密室中亮着灯,严柯正环着胸走来走去,看到来者他松了一口气:“你终于来了,再不出现兄弟们就要去你府上寻你了。”
严柯身边的案桌后方坐着面色严肃的姬松,看到姬松,来者卸下了斗笠露出了一张古铜色的脸,他跪下行了个礼:“属下来迟了。”
姬松微微颔首:“路线摸清了吗?”
来者从袖中摸出了一张羊皮纸,他将羊皮纸呈给姬松:“赫尔巴派出他的嫡子顿巴作为代表,莫勒混在使团中轻易不敢露面。目前他们已经进入楚辽地界,兄弟们都准备好了,只等主子一声令下,我们就在长嘉关伏击他们。”
严柯单膝跪地双手抱拳:“主子,长嘉关离京都近,快马加鞭三日能赶到。属下请命,请主子允许属下带领弟兄们去长嘉关伏击莫勒狗贼。属下必定不辱使命生擒莫勒!”
姬松看着羊皮纸上的虚实线眉头慢慢锁紧,他的目光落在了画了红圈的长嘉关上:“使团有多少人?”

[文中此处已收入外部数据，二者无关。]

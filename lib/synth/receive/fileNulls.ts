import { createDemodulator } from './demodulate';
import type { SampleEngine } from '../engine/types';
import { quantize } from '../quantize/quantize';
import { createSynthesis } from '../synthesize/synthesis';
import type { WaveformContent } from '../types';
import { createCycle } from './cycle';
import { createNullPowerMeter } from './nullPower';
import type { NullPower } from './types';

const BLOCK_SAMPLES = 16384;
/** Samples of a file that are looked at: its first repeat, as far as that goes. */
const SAMPLES_MOST = 4194304;

/**
 * The power in the null cells of the file itself: what its words' rounding leaves there, beside which a capture's stands. `scale`: words per
 * unit of x, `fullScale` F, of integers. First repeat, at most 2^22 samples. Null where nothing was found.
 */
export function fileNullPower(
  content: WaveformContent,
  words: { scale: number; fullScale: number },
  engine?: SampleEngine,
): NullPower | null {
  const cycle = createCycle(content);
  if (cycle.usedCount === 0 || !(words.scale > 0)) return null;
  const meter = createNullPowerMeter(cycle, content.fftSize);
  const synthesis = createSynthesis(content, { engine });
  const demodulator = createDemodulator(content, (_repeat, symbol, values) => meter.add(symbol, values));
  const most = Math.min(cycle.layout.repeatSamples, SAMPLES_MOST, synthesis.samples);
  const block = new Float64Array(2 * BLOCK_SAMPLES);
  const rounded = new Int16Array(2 * BLOCK_SAMPLES);
  const saturated = { components: 0, samples: 0 };
  for (let done = 0; done < most;) {
    const count = synthesis.read(block.subarray(0, 2 * Math.min(BLOCK_SAMPLES, most - done)));
    if (count === 0) break;
    quantize(block, count, words.scale, words.fullScale, rounded, saturated);
    for (let i = 0; i < 2 * count; i++) block[i] = rounded[i]! / words.scale;
    demodulator.push(block, count);
    done += count;
  }
  return demodulator.symbolsFound === 0 ? null : meter.result();
}
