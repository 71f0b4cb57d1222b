import { showRevision } from '@/lib/contracts/waveforms';
import {
  createImpairedCapture,
  createSynthesis,
  createWordWriter,
  deriveFigures,
  noImpairments,
  type BenchContent,
  type Impairments,
  type WaveformContent,
} from '@/lib/synth';
import { openBench } from '@/tests/helpers/documents';
import { ask, signIn } from './support/api.ts';
import { expectAccessible } from './support/axe.ts';
import { demoPack } from './support/demo.ts';
import { expect, test } from './support/test.ts';

/** A content's waveform as a receiver records it: 16-bit words, low byte first. */
function recording(content: WaveformContent, impairments: Partial<Impairments>, samples: number): Buffer {
  const synthesis = createSynthesis(content);
  const vector = new Float64Array(2 * synthesis.samples);
  for (let at = 0; at < synthesis.samples;) at += synthesis.read(vector.subarray(2 * at));
  const capture = createImpairedCapture(
    {
      source: {
        samples: synthesis.samples,
        read: (first, count, out) => out.set(vector.subarray(2 * first, 2 * (first + count))),
      },
      clockHz: deriveFigures(content).sampleClockHz,
      mode: content.timing.mode,
      meanPower: vector.reduce((sum, value) => sum + value * value, 0) / synthesis.samples,
      usedTurns: 0.4,
    },
    { ...noImpairments, seed: 11, ...impairments },
  );
  const data = new Float64Array(2 * samples);
  capture.read(samples, data);
  const bench: BenchContent = openBench().content;
  const bytes = new Uint8Array(4 * samples);
  createWordWriter(
    { ...bench, word: 'int16', bits: 16, align: 'right', byteOrder: 'little' },
    { scale: 2000, fullScale: 32767, referenceLevel: 1, isSilent: false },
  ).write(data, samples, bytes);
  return Buffer.from(bytes);
}

test('an operator reads a capture against its edition, on the device', async ({ page, context, baseURL }) => {
  await signIn(context.request, baseURL!, 'Jun Aldane');
  const pack = await demoPack(context.request, baseURL!);
  const { document } = await ask(context.request, baseURL!, showRevision, { params: { revisionId: pack.revisionId } });
  const placed = { snrDb: 34, frequencyOffsetHz: -512.5, delaySamples: 1536, gainDb: -3 };
  const sent: string[] = [];
  page.on('request', (request) => void (request.method() === 'GET' || sent.push(request.url())));
  await page.goto(`/packs/${pack.packId}`);
  await page.getByRole('link', { name: 'Add a capture' }).click();
  await expect(page.getByText('The capture stays on this device')).toBeVisible();
  await expectAccessible(page, 'before a file');

  const file = page.getByLabel('Capture file');
  await file.setInputFiles({
    name: 'loop.bin',
    mimeType: 'application/octet-stream',
    buffer: recording(document.content, placed, 64000),
  });
  await expect(page.getByText('From its bytes: 16-bit integers, little-endian, I and Q in turn.')).toBeVisible();
  await page.getByLabel(/EVM limit/).fill('5');
  await page.getByLabel(/EVM limit/).press('Enter');
  await expectAccessible(page, 'with a file');
  await page.getByRole('button', { name: 'Read the capture' }).click();
  await expect(page.getByText('EVM of the data cells')).toBeVisible({ timeout: 60_000 });
  await expect(page.getByText('meets 5.0', { exact: true })).toBeVisible();
  await expect(page.getByRole('button', { name: /^Frequency offset, −512\.\d Hz/ })).toBeVisible();
  await expect(page.getByRole('button', { name: /^Delay, 50 µs/ })).toBeVisible();
  await expect(page.getByText(/against the values sent\. One tap a subcarrier from all known cells/)).toBeVisible();
  await expect(page.getByText('Power in the null cells')).toBeVisible();
  await expectAccessible(page, 'the result');
  for (const name of ['Inks', 'Subcarriers', 'Constellation', 'Channel']) {
    const tab = page.getByRole('radio', { name });
    if (await tab.isVisible()) await tab.click();
    else await expect(page.getByRole('heading', { name })).toBeVisible();
  }
  await expect(page.getByText(/From all known cells\. 1 path/)).toBeVisible();
  expect(sent, 'nothing was sent').toEqual([]);
});

test('a capture that is not this edition has no EVM, and one that is too short is refused with both numbers', async ({
  page,
  context,
  baseURL,
}) => {
  await signIn(context.request, baseURL!, 'Jun Aldane');
  const pack = await demoPack(context.request, baseURL!);
  const { document } = await ask(context.request, baseURL!, showRevision, { params: { revisionId: pack.revisionId } });
  const streams = document.content.streams.map((stream) => ({
    ...stream,
    source: { kind: 'gold' as const, cInit: 4711 },
  }));
  await page.goto(`/packs/${pack.packId}/capture`);
  const file = page.getByLabel('Capture file');
  const choose = (name: string, buffer: Buffer) =>
    file.setInputFiles({ name, mimeType: 'application/octet-stream', buffer });
  await expect(page.getByText('The capture stays on this device')).toBeVisible();

  await choose('short.bin', recording(document.content, {}, 1000));
  await page.getByRole('button', { name: 'Read the capture' }).click();
  await expect(page.getByText(/A symbol has \d+ samples at the capture's clock; the capture has 1000\./)).toBeVisible();

  const silent = document.content.tray.map((ink) =>
    ink.role === 'data' || ink.role === 'null' ? ink : { ...ink, powerDb: -60 },
  );
  await choose('other.bin', recording({ ...document.content, streams, tray: silent }, { snrDb: 20 }, 40000));
  await page.getByRole('button', { name: 'Read the capture' }).click();
  await expect(page.getByText(/This does not look like edition \d/)).toBeVisible({ timeout: 60_000 });
  await expect(page.getByText(/No EVM is given below 0\.30/)).toBeVisible();
  await expect(page.getByText(/EVM of/)).toHaveCount(0);
  await expectAccessible(page, 'not recognised');
});
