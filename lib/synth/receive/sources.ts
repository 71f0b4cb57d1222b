import { writeUnitOfTurns } from '../math/turns';
import type { SampleSource } from '../measure/reconstructedPeak';

const ANCHOR_SAMPLES = 256;

/**
 * The source times e^{−j2π·turns·n}, n from its first sample: a carrier at `turns` (cycles per sample, −½…½) comes to 0 Hz.
 * Each sample errs by the rounding of turns·n (below 1e-7 turns up to 2^30 samples).
 */
export function mixedSource(source: SampleSource, turns: number): SampleSource {
  if (turns === 0) return source;
  const table = new Float64Array(2 * ANCHOR_SAMPLES);
  for (let i = 0; i < ANCHOR_SAMPLES; i++) writeUnitOfTurns(-turns * i, 0, table, 2 * i);
  const anchor = new Float64Array(2);
  return {
    samples: source.samples,
    read(first, count, out) {
      source.read(first, count, out);
      for (let i = 0; i < count;) {
        const from = (first + i) % ANCHOR_SAMPLES;
        writeUnitOfTurns(-turns * (first + i - from), 0, anchor, 0);
        const aRe = anchor[0]!;
        const aIm = anchor[1]!;
        const part = Math.min(count - i, ANCHOR_SAMPLES - from);
        for (let j = 0, d = 2 * i, t = 2 * from; j < part; j++, d += 2, t += 2) {
          const uRe = aRe * table[t]! - aIm * table[t + 1]!;
          const uIm = aRe * table[t + 1]! + aIm * table[t]!;
          const re = out[d]!;
          const im = out[d + 1]!;
          out[d] = re * uRe - im * uIm;
          out[d + 1] = re * uIm + im * uRe;
        }
        i += part;
      }
    },
  };
}

/** The source with Q negated: its spectrum mirrored. Swapped I and Q is the same times j, which no receiver can tell from a phase. */
export function mirroredSource(source: SampleSource): SampleSource {
  return {
    samples: source.samples,
    read(first, count, out) {
      source.read(first, count, out);
      for (let i = 1; i < 2 * count; i += 2) out[i] = 0 - out[i]!;
    },
  };
}

/** The value 1 at every place: what a receiver's own DC looks like. */
export function constantSource(samples: number): SampleSource {
  return {
    samples,
    read(_first, count, out) {
      for (let i = 0; i < 2 * count; i += 2) {
        out[i] = 1;
        out[i + 1] = 0;
      }
    },
  };
}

闻言来者没说话,严柯急了戳了戳他:“老卢,你倒是说话啊,使团多少人?要是人少,咱兄弟一起上,给他们包圆咯!”
老卢沉默了一会儿后干涩的开口了:“光是护送顿巴的亲卫,就有上千人,莫勒也带了八百精兵。”
话音一落,严柯脸上的神采就暗淡了,憋了一阵后他只爆了一个字:“日。”
王春发愤愤不平:“他们是来议和的吗?这么多人是来蹭吃蹭喝的吧?”
姬松合上了羊皮纸,他声音中透着一丝疲惫:“一个国家议和派出数千人不为多,若是少了反而显得诚意不足。”
严柯面色变了又变:“老大,我们不怕死。您让我们去吧!”
姬松沉声道:“敌众我寡,光凭我们这些散落在外的兄弟们,哪里是他们的对手?”哪怕他们的兄弟都是身经百战的好手,也经不起车轮战。当对方实力超过自己四五倍时,获胜的希望就非常渺茫了。
姬松揉了揉眉心:“所以我们只能伏击,而且只有一次机会。”
若是他双腿没坏,他一定会领着兄弟们打一场伏击战,然而他现在成了只能在轮椅中等待结果的废物。战场形势瞬息万变,稍有不慎,他的兄弟们就会有去无回。
一时间姬松陷入两难境地,莫勒必须抓,而且要抓得神不知鬼不觉,兄弟们也必须全须全尾的回来。事到如今能留在他身边的兄弟都是生死之交,他不希望他们中的任何一个出事。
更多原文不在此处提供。